Reciprocal Peer Tutoring
You will be randomly assigned to work with another student throughout the term. There is to be no changing of partners. Before each exam you will meet, inside and outside of class, and complete certain structured assignments. There are four components to this process.
- Prior to each exam each student must prepare a multiple-choice “practice” exam of 30 items total. You should select an equal number from each chapter based on the information covered in the chapters for that exam. These items must be original; they cannot be taken from the chapter quizzes you will be taking on Blackboard. The exam is administered to your partner during a reciprocal peer tutoring meeting. Each student must also prepare an answer sheet with the right answer for each test item, along with a brief explanation of why the answer is correct. You will meet, take each other’s exams, and review and discuss the correct responses.
- Each student provides a brief constructive “critique” of your partner’s exam (confusing items? Too difficult? Etc.).

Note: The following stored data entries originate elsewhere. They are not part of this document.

/* Write the set in a layout through fwrite or gzwrite. extra(i, fp)
 * lets a test disturb row i. */
static void write_set(const char *path, wlayout lay, int gz, size_t rows) {
    FILE *fp = NULL;
    gzFile g = NULL;
    if (gz) {
        g = gzopen(path, "wb1");
        assert_non_null(g);
    } else {
        fp = fopen(path, "wb");
        assert_non_null(fp);
    }
#define OUT(p, n) (gz ? (void)gzwrite(g, (p), (unsigned)(n)) : (void)fwrite((p), 1, (n), fp))
    char line[64 * 32];
    if (lay == W_TEXT || lay == W_BINARY) {
        int n = snprintf(line, sizeof line, "%zu %d\n", rows, DIMS);
        OUT(line, (size_t)n);
    }
    if (lay == W_NPY) {
        char dict[128];
        int n = snprintf(dict, sizeof dict,
                         "{'descr': '<f4', 'fortran_order': False, 'shape': (%zu, %d), }", rows,
                         DIMS);
        int pad = (64 - (10 + n + 1) % 64) % 64;
        unsigned hl = (unsigned)(n + pad + 1);
        unsigned char pre[10] = {0x93, 'N', 'U', 'M', 'P', 'Y', 1, 0, (unsigned char)(hl & 255),
                                 (unsigned char)(hl >> 8)};
        OUT(pre, 10);
        OUT(dict, (size_t)n);
        memset(line, ' ', (size_t)pad);
        line[pad] = '\n';
        OUT(line, (size_t)pad + 1);
    }
    for (size_t i = 0; i < rows; i++) {
        const float *r = matrix + i * DIMS;
        if (lay == W_TEXT || lay == W_TEXT_PLAIN) {
            size_t k = (size_t)snprintf(line, sizeof line, "%s", words[i]);
            for (size_t j = 0; j < DIMS; j++)
                k += (size_t)snprintf(line + k, sizeof line - k, " %.9g", (double)r[j]);
            line[k++] = '\n';
            OUT(line, k);
        } else if (lay == W_BINARY) {
            OUT(words[i], strlen(words[i]));
            OUT(" ", 1);
            OUT(r, DIMS * sizeof(float));
            OUT("\n", 1);
        } else {
            OUT(r, DIMS * sizeof(float));
        }
    }
#undef OUT
    if (gz) {
        assert_int_equal(gzclose(g), Z_OK);
    } else {
        assert_int_equal(fclose(fp), 0);
    }
    if (lay == W_NPY) {
        char vp[4096];
        size_t n = strlen(path);
        snprintf(vp, sizeof vp, "%.*s.vocab", (int)(n - (gz ? 7 : 4)), path);
        FILE *v = fopen(vp, "wb");
        assert_non_null(v);
        for (size_t i = 0; i < rows; i++) fprintf(v, "%s\n", words[i]);
        fclose(v);
    }
}

static vg_vectors *load_threads(const char *path, unsigned threads) {
    vg_load_options opt;
    vg_load_options_init(&opt);
    opt.threads = threads;
    vg_vectors *v = NULL;
    vg_error err;
    vg_error_clear(&err);
    assert_vg_ok(vg_vectors_load(path, &opt, &v, &err), &err);
    return v;
}

/* Every value equals the written float bit for bit, every word is in
 * its row, the zero row is counted. */
static void expect_exact(const vg_vectors *v, size_t rows) {
    assert_int_equal(vg_vectors_rows(v), rows);
    assert_int_equal(vg_vectors_dims(v), DIMS);
    assert_memory_equal(vg_vectors_data(v), matrix, rows * DIMS * sizeof(float));
    for (size_t i = 0; i < rows; i += 997) {
        size_t len;
        assert_string_equal(vg_vectors_word(v, i, &len), words[i]);
        assert_int_equal(vg_vectors_find(v, words[i], len), i);
    }
    assert_int_equal(vg_vectors_get_info(v)->zero_rows, 1);
}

- All of these materials-completed practice exams, answer sheets, and test critiques – are to be submitted to me in hard copy and also are to be uploaded to Blackboard. Clearly identify and label the sections as follows:
- Multiple choice questions
- Answers to multiple choice questions
- Critique/Feedback to your peer on his/her test
These are due no later than the start of class on the day indicated on the schedule. Failure to turn in these exercises on time will result in a zero.
- You are to turn in a printed copy to me in class AND upload it to Blackboard.
- Be sure to keep copies of all assignments to guard against loss.
- DO NOT email them to me or place assignments or projects in my mailbox as they will not be accepted.
The I-grade policy prohibits the assignment of an “incomplete” unless the student is passing the class and has only a small portion of the work to complete. University policies for “I” grades are clear. I can only grant “I” grades that meet the criteria.
This course uses the plus/minus grading policy. Course grades, at a minimum, will be determined as indicated in the table below.
PERCENTAGE LETTER GRADE
97 to 100 A+
94 to 97 A
90 to 94 A-
87 to 90 B+
84 to 87 B
80 to 84 B-
77 to 80 C+
74 to 77 C
70 to 74 C-
67 to 70 D+
64 to 67 D
60 to 64 D-
0 to 60 F
To avoid any omissions, the upper limit of a range must be equal to the lower limit of the range directly above. Thus a range of 87 to 90 includes all grades up to, but not including 90. The highest range, however, includes 100%.
Extra credit points earned during class will be added to the next exam score PRIOR to the score being posted on Blackboard. The score you see on Blackboard includes your test score AND earned extra credit points.
Course Point Allocation Scheme:
Points, Activity, Percent of final grade
150, Attendance and participation, 10
400, Blackboard quizzes, 20
200, Reciprocal Peer Tutoring, 10
150, Service-learning hours, 10
300, Fieldwork Journal blog, 30
250, Deliverable to Community Partner, 10
100, Course reflections final essay, 10
1550 points total 100 Percent
Professor: Michael D. Coovert, Ph.D.